● AIM OF THE TASK:
Print the lines that run from the line with "There is no" to the line with "cv_scores_ : dict or None", keeping both end lines, exactly as they appear in the entries below, and nothing else.

● INPUT:
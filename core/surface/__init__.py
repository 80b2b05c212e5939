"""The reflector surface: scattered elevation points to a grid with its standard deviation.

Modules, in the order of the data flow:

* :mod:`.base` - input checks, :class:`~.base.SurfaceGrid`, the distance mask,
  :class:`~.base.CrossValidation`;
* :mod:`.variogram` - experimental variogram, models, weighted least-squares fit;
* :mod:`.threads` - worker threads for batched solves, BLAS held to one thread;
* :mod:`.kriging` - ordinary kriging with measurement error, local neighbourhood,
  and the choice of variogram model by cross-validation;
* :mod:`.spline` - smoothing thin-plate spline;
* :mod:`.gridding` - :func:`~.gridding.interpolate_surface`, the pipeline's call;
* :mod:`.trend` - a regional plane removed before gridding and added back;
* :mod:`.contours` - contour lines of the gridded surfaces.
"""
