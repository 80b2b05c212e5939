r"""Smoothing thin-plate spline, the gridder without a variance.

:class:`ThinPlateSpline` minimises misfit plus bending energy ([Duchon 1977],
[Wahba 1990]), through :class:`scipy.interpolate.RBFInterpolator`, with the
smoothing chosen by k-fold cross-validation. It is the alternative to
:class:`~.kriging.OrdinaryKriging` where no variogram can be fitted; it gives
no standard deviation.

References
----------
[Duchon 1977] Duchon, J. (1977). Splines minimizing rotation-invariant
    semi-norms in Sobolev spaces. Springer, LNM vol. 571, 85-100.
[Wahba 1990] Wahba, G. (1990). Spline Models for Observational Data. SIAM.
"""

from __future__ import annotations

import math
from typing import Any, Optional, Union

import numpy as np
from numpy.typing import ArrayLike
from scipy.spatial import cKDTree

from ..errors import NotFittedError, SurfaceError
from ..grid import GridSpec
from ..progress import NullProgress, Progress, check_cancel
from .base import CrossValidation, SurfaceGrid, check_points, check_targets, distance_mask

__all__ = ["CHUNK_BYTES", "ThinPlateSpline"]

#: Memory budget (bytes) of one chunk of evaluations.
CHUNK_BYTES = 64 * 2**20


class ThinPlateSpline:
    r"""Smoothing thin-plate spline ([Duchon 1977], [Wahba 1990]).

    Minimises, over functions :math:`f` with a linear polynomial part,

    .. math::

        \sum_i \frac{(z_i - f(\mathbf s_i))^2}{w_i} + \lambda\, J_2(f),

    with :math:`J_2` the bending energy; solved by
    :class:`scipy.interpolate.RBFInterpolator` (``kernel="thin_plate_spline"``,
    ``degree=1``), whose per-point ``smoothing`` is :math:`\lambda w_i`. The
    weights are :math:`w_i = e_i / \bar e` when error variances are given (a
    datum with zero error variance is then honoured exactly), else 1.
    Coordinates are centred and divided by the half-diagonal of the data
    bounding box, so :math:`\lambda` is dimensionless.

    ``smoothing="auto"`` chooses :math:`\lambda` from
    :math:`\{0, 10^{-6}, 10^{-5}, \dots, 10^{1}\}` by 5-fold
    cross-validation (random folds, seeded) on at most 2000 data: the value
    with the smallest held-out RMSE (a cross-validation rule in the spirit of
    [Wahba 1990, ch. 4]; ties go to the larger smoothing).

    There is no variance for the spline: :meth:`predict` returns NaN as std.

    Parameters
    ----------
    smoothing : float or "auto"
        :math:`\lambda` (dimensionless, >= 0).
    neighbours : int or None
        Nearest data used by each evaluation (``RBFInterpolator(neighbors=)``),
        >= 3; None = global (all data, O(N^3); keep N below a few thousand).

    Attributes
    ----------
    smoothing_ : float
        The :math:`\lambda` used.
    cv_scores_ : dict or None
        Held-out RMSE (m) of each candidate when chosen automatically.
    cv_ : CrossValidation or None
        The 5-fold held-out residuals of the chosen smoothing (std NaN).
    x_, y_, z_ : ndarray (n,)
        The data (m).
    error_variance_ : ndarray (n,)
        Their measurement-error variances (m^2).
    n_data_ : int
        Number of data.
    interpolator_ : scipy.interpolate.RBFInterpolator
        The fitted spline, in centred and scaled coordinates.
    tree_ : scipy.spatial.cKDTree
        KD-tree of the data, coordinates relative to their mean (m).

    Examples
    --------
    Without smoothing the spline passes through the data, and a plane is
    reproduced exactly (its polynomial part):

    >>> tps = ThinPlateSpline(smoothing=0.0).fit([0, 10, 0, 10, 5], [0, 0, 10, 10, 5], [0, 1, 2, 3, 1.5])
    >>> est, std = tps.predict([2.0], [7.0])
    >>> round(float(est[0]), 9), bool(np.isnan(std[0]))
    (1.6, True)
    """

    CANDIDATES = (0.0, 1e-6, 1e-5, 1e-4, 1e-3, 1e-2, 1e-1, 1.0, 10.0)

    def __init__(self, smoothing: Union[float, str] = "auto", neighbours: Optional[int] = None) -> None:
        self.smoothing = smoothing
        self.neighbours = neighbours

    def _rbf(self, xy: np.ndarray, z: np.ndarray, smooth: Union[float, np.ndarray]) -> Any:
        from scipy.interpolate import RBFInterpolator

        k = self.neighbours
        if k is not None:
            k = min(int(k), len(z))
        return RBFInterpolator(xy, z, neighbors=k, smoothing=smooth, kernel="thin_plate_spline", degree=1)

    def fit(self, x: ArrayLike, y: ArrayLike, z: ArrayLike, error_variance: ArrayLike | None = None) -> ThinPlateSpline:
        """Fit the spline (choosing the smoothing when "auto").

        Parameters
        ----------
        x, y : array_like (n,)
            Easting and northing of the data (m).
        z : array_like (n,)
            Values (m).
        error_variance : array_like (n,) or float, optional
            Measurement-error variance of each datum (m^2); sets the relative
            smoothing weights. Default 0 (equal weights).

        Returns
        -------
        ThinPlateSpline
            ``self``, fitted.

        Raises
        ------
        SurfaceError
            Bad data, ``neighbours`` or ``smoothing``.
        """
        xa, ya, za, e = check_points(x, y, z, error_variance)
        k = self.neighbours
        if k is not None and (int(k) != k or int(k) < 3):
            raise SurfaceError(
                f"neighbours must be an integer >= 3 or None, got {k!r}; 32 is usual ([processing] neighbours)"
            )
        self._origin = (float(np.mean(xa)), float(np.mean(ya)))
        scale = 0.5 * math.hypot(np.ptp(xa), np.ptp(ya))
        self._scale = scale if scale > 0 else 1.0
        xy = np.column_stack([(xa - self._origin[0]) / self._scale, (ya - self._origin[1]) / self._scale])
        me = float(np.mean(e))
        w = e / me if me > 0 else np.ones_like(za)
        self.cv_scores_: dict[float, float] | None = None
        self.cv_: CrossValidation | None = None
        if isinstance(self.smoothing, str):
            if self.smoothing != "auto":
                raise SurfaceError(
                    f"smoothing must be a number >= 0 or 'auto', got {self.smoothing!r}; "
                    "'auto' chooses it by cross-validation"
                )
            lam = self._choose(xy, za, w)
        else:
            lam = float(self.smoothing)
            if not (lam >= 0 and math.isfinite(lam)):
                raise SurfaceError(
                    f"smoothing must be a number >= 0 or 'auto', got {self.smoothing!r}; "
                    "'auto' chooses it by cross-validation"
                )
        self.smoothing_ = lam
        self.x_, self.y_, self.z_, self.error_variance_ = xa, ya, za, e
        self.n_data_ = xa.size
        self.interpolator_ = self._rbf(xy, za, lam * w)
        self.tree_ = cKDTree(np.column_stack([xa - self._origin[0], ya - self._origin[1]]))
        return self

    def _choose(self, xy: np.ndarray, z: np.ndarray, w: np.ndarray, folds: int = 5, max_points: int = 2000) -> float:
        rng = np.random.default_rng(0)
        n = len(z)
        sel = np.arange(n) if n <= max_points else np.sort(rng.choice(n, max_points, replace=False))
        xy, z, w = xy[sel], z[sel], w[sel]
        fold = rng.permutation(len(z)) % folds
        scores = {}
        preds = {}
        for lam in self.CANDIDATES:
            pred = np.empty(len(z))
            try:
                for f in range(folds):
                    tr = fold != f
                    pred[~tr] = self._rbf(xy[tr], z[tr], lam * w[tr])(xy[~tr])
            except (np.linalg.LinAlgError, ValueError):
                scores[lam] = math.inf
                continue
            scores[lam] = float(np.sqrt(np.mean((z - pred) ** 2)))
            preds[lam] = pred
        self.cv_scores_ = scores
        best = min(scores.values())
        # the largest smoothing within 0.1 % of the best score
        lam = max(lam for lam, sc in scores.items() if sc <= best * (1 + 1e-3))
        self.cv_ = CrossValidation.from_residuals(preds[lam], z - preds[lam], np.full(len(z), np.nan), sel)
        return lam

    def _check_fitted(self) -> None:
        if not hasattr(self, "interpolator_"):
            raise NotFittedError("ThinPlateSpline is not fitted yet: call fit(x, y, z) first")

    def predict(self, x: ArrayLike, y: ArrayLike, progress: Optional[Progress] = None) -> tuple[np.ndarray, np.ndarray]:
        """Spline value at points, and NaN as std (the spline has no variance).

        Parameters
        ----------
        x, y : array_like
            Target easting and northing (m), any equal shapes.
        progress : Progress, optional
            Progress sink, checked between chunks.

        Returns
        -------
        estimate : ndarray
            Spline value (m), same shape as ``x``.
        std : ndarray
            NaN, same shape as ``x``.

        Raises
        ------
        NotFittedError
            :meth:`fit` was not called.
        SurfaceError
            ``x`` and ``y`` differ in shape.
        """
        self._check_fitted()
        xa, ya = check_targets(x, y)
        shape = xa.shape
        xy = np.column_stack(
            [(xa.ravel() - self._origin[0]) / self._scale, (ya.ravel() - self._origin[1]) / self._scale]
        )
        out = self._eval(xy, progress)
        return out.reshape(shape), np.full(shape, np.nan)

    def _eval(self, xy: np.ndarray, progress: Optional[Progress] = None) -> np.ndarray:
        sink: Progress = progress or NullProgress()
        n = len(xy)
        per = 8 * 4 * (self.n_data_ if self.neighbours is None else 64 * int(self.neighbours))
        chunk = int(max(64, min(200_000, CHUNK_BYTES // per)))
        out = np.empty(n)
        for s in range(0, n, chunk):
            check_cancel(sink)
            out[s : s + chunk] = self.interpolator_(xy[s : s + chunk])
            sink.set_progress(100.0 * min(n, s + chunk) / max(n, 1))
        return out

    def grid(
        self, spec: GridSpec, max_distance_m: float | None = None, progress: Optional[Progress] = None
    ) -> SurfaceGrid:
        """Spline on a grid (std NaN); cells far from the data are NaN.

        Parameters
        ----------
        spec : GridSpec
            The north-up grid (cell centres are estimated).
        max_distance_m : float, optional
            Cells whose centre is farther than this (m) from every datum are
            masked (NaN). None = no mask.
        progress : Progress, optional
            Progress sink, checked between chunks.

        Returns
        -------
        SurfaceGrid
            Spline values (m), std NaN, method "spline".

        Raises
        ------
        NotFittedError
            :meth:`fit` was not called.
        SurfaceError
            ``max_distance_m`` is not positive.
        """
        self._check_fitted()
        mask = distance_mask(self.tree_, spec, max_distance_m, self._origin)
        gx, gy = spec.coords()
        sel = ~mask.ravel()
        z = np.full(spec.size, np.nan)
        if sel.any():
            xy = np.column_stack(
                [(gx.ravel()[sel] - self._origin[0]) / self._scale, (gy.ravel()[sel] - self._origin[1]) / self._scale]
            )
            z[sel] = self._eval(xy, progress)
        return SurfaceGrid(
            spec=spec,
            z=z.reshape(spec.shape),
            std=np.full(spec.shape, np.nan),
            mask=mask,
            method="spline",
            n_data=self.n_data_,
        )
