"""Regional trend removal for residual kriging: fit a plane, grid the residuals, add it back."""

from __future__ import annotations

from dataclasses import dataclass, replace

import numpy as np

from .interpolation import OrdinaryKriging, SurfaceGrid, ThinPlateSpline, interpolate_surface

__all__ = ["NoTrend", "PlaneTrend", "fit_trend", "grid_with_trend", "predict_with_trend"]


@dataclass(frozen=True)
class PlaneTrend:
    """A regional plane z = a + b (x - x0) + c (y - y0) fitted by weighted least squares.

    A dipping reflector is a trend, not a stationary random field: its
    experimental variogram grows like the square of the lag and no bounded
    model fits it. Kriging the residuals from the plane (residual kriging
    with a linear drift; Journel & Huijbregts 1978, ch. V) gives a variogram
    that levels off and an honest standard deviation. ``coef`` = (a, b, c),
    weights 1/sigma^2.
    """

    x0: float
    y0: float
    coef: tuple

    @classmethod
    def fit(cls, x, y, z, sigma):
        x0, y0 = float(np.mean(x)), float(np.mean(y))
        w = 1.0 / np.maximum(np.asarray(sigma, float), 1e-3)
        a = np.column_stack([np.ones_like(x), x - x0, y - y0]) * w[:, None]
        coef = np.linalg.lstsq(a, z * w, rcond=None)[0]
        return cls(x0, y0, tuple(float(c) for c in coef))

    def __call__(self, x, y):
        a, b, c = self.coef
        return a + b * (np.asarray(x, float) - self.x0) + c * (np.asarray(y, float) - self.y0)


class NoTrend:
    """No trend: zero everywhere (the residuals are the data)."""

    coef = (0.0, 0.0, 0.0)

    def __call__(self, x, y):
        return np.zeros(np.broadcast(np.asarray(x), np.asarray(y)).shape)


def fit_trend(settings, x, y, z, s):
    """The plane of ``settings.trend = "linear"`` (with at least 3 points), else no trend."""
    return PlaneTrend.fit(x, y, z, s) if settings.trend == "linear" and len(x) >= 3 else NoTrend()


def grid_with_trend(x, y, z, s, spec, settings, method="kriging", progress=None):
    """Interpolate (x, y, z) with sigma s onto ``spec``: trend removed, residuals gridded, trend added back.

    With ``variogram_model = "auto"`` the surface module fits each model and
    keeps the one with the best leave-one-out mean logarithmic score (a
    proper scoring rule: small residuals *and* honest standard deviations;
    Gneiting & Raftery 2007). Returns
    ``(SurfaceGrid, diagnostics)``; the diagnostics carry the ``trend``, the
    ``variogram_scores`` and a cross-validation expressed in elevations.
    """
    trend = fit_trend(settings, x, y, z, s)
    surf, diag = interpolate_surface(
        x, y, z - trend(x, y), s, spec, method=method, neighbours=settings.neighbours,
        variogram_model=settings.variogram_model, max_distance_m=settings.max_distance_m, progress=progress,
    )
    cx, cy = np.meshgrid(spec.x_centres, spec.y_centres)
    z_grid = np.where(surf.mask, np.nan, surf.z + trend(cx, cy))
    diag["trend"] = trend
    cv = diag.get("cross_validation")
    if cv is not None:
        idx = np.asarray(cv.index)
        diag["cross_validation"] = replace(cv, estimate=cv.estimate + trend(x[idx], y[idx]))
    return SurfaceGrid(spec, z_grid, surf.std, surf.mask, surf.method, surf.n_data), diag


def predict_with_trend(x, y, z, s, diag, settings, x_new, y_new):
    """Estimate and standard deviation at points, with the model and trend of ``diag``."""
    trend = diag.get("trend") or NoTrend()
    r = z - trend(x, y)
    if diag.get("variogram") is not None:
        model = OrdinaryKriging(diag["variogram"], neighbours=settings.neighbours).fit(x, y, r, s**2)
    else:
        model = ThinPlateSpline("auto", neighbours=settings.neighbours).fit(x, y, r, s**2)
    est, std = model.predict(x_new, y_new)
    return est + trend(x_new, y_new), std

● REPLY:
    There is no variance for the spline: :meth:`predict` returns NaN as std.

    Parameters
    ----------
    smoothing : float or "auto"
        :math:`\lambda` (dimensionless, >= 0).
    neighbours : int or None
        Nearest data used by each evaluation (``RBFInterpolator(neighbors=)``),
        >= 3; None = global (all data, O(N^3); keep N below a few thousand).

    Attributes
    ----------
    smoothing_ : float
        The :math:`\lambda` used.
    cv_scores_ : dict or None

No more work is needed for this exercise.